Impressions of Cusco, Peru

Cusco, Peru

I push through the crowd of Japanese tourists with their cameras all pointed at the one of them brave enough to stand next to the man dressed up as an Inca King for a quick photo op in front of original Inca wall stones.  Then wave my “no gracias”s and keep hustling past the attractive, smiling ladies standing in doorways, handing out fliers for questionable services.  After a few days of walking this same path it’s getting a bit annoying.  The only thing that changes are the tourists.  Including me.

It’s my third day in Cusco, Peru.  Once the capital city of the Inca Empire, the town now features scores of Catholic Churches and modern conveniences, such as a McDonalds smack dab in the middle of the Plaza de Armas or central town square.  I walk down to the Plaza from my hotel further up a hill most days as it’s a good place to start wandering the city.  But now it’s getting a bit old.

Day 1, everything is brilliantly new.  All the colors seem vibrant, all the voices so exciting and thick in foreign dialects.  It’s a tourist town for sure as the touts only beacon in English.  Spanish and Quechua swirl around the the tight avenues of shops when tourists aren’t in view.  I warm my hand on the ancient Inca stones in wonder of those who engineered a way to hoist stones as large as a VW Beetle on top of each other.  In amazement of those who actually had to toil with the hoisting.

Shops seem quaint. People, new, unfamiliar.  Streets a maze.

Day 2, some of the lustrous patina starts to wear away.  I notice the dirt and garbage in the gutters.  The distant smell of urine from an alley.  The disheveled character down the same alley offering me coke no longer seems cute and we don’t share a laugh when I wave him off, as when I did yesterday.  
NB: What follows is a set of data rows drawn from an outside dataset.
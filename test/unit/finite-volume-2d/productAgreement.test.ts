// The finite-volume solver for finite shapes against the exact product solution (constant properties and h):
// every reported point and the mean, one stage and a chain of three media, and the grid's second-order
// convergence (Patankar, Numerical Heat Transfer and Fluid Flow, 1980, Sec. 4.2; Douglas and Gunn, Numer. Math. 6
// (1964) 428 (from memory)). The product solution is itself checked against independent exact series in
// test/unit/product.
import { describe, expect, it } from 'vitest';
import { finiteVolume2DSolver, solveFiniteVolume2DStage } from '@/engine/methods/finite-volume-2d/solveFiniteVolume2DStage';
import { solveProductStage } from '@/engine/methods/product/solveProductStage';
import type { Field } from '@/engine/fields';
import type { Medium, Shape } from '@/schema/planSchema';
import { convection, finiteProblem, flatBar, shortCylinder, smallBlock, solved } from './finiteShapeFixture';
import { largestDifference } from '../largestSampleDifference';

/** Guard against a stuck run on a loaded machine (the 3-D cases take about a second); not a speed check. */
const SLOW_CASE_TIMEOUT_MS = 60_000;

const OIL = convection(333, 800);
/**
 * Oil (Bi about 0.5 on 25-30 mm) on the default 40 x 40 grid clustered towards the faces: the surface gradient of
 * the first seconds is what the grid resolves least (measured 0.048 K at the rim at 6 s, bar 0.037 K); the 3-D
 * default has 20 cells per axis (measured 0.28 K at the corner at 6 s). Tolerances are about twice the measured.
 */
const FV_2D_OIL_K = 0.1;
const FV_3D_OIL_K = 0.5;
/**
 * Starting from the exact end field of a 5 s water quench: the nodes take exact values, but the volume mean of the
 * steep field by the control-volume rule is off by 0.10 K at t = 0 (measured), so 0.25 K.
 */
const PRODUCT_START_K = 0.25;
/** A start field from a 20-cell water stage, interpolated onto the 40-cell grid (measured 0.21 K), so 0.45 K. */
const COARSE_START_K = 0.45;
/** Halving the cells must cut the error about four times (second order); 3 leaves room for the time error. */
const SECOND_ORDER_RATIO = 3;

describe('finite-volume 2-D/3-D against the exact product solution', () => {
  const cases: [string, Shape, number][] = [
    ['short cylinder', shortCylinder, FV_2D_OIL_K],
    ['bar', flatBar, FV_2D_OIL_K],
    ['block', smallBlock, FV_3D_OIL_K],
  ];
  for (const [name, shape, toleranceK] of cases) {
    it(`${name} in oil, 240 s: all points within ${toleranceK} K`, { timeout: SLOW_CASE_TIMEOUT_MS }, () => {
      const problem = finiteProblem({ shape, medium: OIL, end: { kind: 'duration', seconds: 240 }, sampleCount: 41 });
      const exact = solved(solveProductStage(problem));
      const fv = solved(solveFiniteVolume2DStage(problem));
      const { differenceK, where } = largestDifference(fv, exact);
      expect(differenceK, `${name}: largest |FV - product| ${differenceK} K at ${where}, tolerance ${toleranceK} K`).toBeLessThan(toleranceK);
      expect(fv.durationS).toBe(240);
    });
  }

  it('short cylinder: a four times tighter tolerance doubles the cells and cuts the error about four times', { timeout: SLOW_CASE_TIMEOUT_MS }, () => {
    const at = (toleranceK: number) => finiteProblem({ shape: shortCylinder, medium: OIL, end: { kind: 'duration', seconds: 60 }, sampleCount: 13, toleranceK });
    const exact = solved(solveProductStage(at(1e-4)));
    const standard = solved(solveFiniteVolume2DStage(at(0.01)));
    const tight = solved(solveFiniteVolume2DStage(at(0.0025)));
    expect(tight.effort.cells, 'nodes at 0.0025 K').toBe(81 * 81);
    const ratio = largestDifference(standard, exact).differenceK / largestDifference(tight, exact).differenceK;
    expect(ratio, `error at 0.01 K over error at 0.0025 K: ${ratio}, expected above ${SECOND_ORDER_RATIO}`).toBeGreaterThan(SECOND_ORDER_RATIO);
  });

  it('short cylinder: the error falls with the square of the cell size', { timeout: SLOW_CASE_TIMEOUT_MS }, () => {
    const problem = finiteProblem({ shape: shortCylinder, medium: OIL, end: { kind: 'duration', seconds: 60 }, sampleCount: 13 });
    const exact = solved(solveProductStage(problem));
    const coarse = largestDifference(solved(finiteVolume2DSolver({ nodesPerAxis: 11 })(problem)), exact).differenceK;
    const fine = largestDifference(solved(finiteVolume2DSolver({ nodesPerAxis: 21 })(problem)), exact).differenceK;
    expect(coarse / fine, `10 cells: ${coarse} K, 20 cells: ${fine} K, ratio ${coarse / fine}, expected above ${SECOND_ORDER_RATIO}`).toBeGreaterThan(SECOND_ORDER_RATIO);
  });
});

describe('a chain of three media stays with the exact chained product solution', () => {
  /**
   * Water (Bi about 3) then air then oil. The water stage's first second is the steep part for the grid (measured
   * 0.34 K at 0.8 s on the sinh beta 1.5 grid, 0.22 K on the former beta 2 one, 0.48 K at beta 1); later stages
   * inherit that grid error in their start fields (measured 0.15 K, 0.07 K).
   */
  const stages: [string, Medium, number, number][] = [
    ['water', convection(300, 5000), 8, 0.45],
    ['air', convection(320, 30), 40, 0.3],
    ['oil', OIL, 60, 0.2],
  ];
  it('short cylinder: each stage starts from the previous end field of its own method', { timeout: SLOW_CASE_TIMEOUT_MS }, () => {
    let exactStart: Field = { kind: 'uniform', temperatureK: 1123 };
    let fvStart: Field = exactStart;
    for (const [name, medium, seconds, toleranceK] of stages) {
      const exact = solved(solveProductStage(finiteProblem({ shape: shortCylinder, medium, start: exactStart, end: { kind: 'duration', seconds }, sampleCount: 11 })));
      const fv = solved(solveFiniteVolume2DStage(finiteProblem({ shape: shortCylinder, medium, start: fvStart, end: { kind: 'duration', seconds }, sampleCount: 11 })));
      const { differenceK, where } = largestDifference(fv, exact);
      expect(differenceK, `${name} stage: largest |FV - product| ${differenceK} K at ${where}, tolerance ${toleranceK} K`).toBeLessThan(toleranceK);
      expect(exact.endField.kind).toBe('product');
      expect(fv.endField.kind).toBe('tensor-grid');
      exactStart = exact.endField;
      fvStart = fv.endField;
    }
  });

  it('the product chain is exact: two stages in one medium equal one stage of the summed time', { timeout: SLOW_CASE_TIMEOUT_MS }, () => {
    const medium = convection(340, 1500);
    const first = solved(solveProductStage(finiteProblem({ shape: smallBlock, medium, end: { kind: 'duration', seconds: 30 }, toleranceK: 1e-5 })));
    const second = solved(solveProductStage(finiteProblem({ shape: smallBlock, medium, start: first.endField, end: { kind: 'duration', seconds: 90 }, toleranceK: 1e-5 })));
    const whole = solved(solveProductStage(finiteProblem({ shape: smallBlock, medium, end: { kind: 'duration', seconds: 120 }, toleranceK: 1e-5 })));
    for (const id of ['centre', 'face-x', 'face-y', 'face-z', 'edge', 'corner', 'mean'] as const) {
      const got = second.samples.temperaturesK[id]!.at(-1)!;
      const expected = whole.samples.temperaturesK[id]!.at(-1)!;
      expect(Math.abs(got - expected), `${id} after 30 s + 90 s: ${got} K, one 120 s stage: ${expected} K, tolerance 1e-4 K`).toBeLessThan(1e-4);
    }
  });

  it('a finite-volume stage starts from the product end field or from a coarser grid field (interpolated)', { timeout: SLOW_CASE_TIMEOUT_MS }, () => {
    const water = convection(300, 5000);
    const first = finiteProblem({ shape: flatBar, medium: water, end: { kind: 'duration', seconds: 5 }, sampleCount: 11 });
    const exactFirst = solved(solveProductStage(first));
    const coarseFirst = solved(finiteVolume2DSolver({ nodesPerAxis: 21 })(first));
    const second = (start: Field) => finiteProblem({ shape: flatBar, medium: OIL, start, end: { kind: 'duration', seconds: 60 }, sampleCount: 11 });
    const exactSecond = solved(solveProductStage(second(exactFirst.endField)));
    // From the exact field: only the second stage's own grid error remains.
    const fromProduct = largestDifference(solved(solveFiniteVolume2DStage(second(exactFirst.endField))), exactSecond);
    expect(fromProduct.differenceK, `FV from the product end field: ${fromProduct.differenceK} K at ${fromProduct.where}, tolerance ${PRODUCT_START_K} K`).toBeLessThan(PRODUCT_START_K);
    // From a 20-cell field interpolated onto 40 cells: the coarse first stage's error (about 4 times the fine one) is carried in.
    const fromCoarse = largestDifference(solved(solveFiniteVolume2DStage(second(coarseFirst.endField))), exactSecond);
    expect(fromCoarse.differenceK, `FV from a 20-cell grid field: ${fromCoarse.differenceK} K at ${fromCoarse.where}, tolerance ${COARSE_START_K} K`).toBeLessThan(COARSE_START_K);
  });
});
This is the day I venture further into the rural areas trying to finding a trekking company’s office.  I chickened out and brought a map, not my normal M.O., but when I have a place to be at an appointed time I don’t leave my wanderings to chance.  Instead I make a beeline to the office and, having acquired its location, begin wandering for lunch.  Further down Avenue El Sol, this part of town is transformed from tourism into normal life.  Children, dressed in identical uniforms, swat each other with their ties as they wait for public transit.  The air is chocked with diesel smoke as most cars aren’t tuned properly to be run at 11,000 feet, our elevation in the city.  And I’ve never seen so many older style VW Beetles in my life, not a single one without a dent.  This is the working part of the city.
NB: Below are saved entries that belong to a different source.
import { HttpClient } from '@angular/common/http';
import { inject, Injectable } from '@angular/core';
import type { MarkReadBody, NotificationList, NotificationSettings } from '@barwright/contracts';
import { firstValueFrom } from 'rxjs';

/** The notifications' REST routes: the list, marking read, and the e-mail settings. */
@Injectable({ providedIn: 'root' })
export class NotificationsApi {
  private readonly http = inject(HttpClient);

  list(options: { limit?: number; before?: string } = {}): Promise<NotificationList> {
    const params: Record<string, string> = {};
    if (options.limit) params['limit'] = String(options.limit);
    if (options.before) params['before'] = options.before;
    return firstValueFrom(this.http.get<NotificationList>('/api/notifications', { params }));
  }

  markRead(body: MarkReadBody): Promise<{ unread: number }> {
    return firstValueFrom(this.http.post<{ unread: number }>('/api/notifications/read', body));
  }

  settings(): Promise<NotificationSettings> {
    return firstValueFrom(this.http.get<NotificationSettings>('/api/notifications/settings'));
  }

  saveSettings(settings: NotificationSettings): Promise<NotificationSettings> {
    return firstValueFrom(this.http.put<NotificationSettings>('/api/notifications/settings', settings));
  }
}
Day 3, it’s time to get more local.  After Day 2 I spent five days trekking on the Inca Trail to Machu Picchu.  Having just returned from the trek, this is my third and last day in the city.  And it’s time for a night excursion.  With the help of our trail guide, our group of trekkers finds our way to a local club.  Nary a gringo is spotted and after a drink or two, we hit the dance floor.  The food is cheap, the drinks flow and the night moves on, picking up speed around 11pm when more of the city outside dances through the doors.  Heavy beats.  Dim lights and laughter from our table.  On the dance floor we mix sometimes, but still not completely comfortable to become part of the city.  Still, we remain visitors.

Wandering back to my hotel at 4:30am the city still moves.  The streets are not empty and the downbeats from dance floors in this maze fill the night air.  Finding my room I have two hours to pack and catch my flight and I choose not to sleep.

It’s quiet now.  Just me and all my stuff being forced into one carryon bag.  Quickly. 

I rush outside and down the street.  I notice the dirt and garbage in the gutters.  But the touts aren’t up yet, nor the tourists or the man dressed as an Inca King.  Not even the sun is up but it has colored the high clouds a deep violet marking its approach.  Friendly shouts from shop keepers opening from the day no longer have to compete with the constant car horns as it’s too early.  The city has shifted on me again.

Or perhaps it’s me who is shifting as I spend more time in the city.  A city and a person, both seemingly different from the day I arrived.  I want more than three days next time.

2 Replies to “Impressions of Cusco, Peru”

  1. Amy @ The Q Family

    I love this post! It’s so true about your perception might change after you spent a little more time than just passing through.

    My friend is leaving for the trekking trip this week and I couldn’t join her. 🙁 But I will make it there one day. 🙂

  2. pwc Post author

    Thanks, Amy! It’s funny, there never is ‘enough’ time to get to know a place. Just think of where you live and how much it changes over time. It seems a lot of people are always trying to get more. I’m usually happy with some place between a few hours and a few lifetimes. 🙂

    When (note the lack of the word ‘if’) you make it to Peru, I’d suggest checking out Andean Treks . Great people and I really liked that they offered a 5 day trek, which gave us a full day at Machu Picchu. Other trekkers at our last camp got up at 2:30am so they could get to MP and spend time! While it works, I loved our pace more. Try to get Rene as your guide, he loves his work and the trail.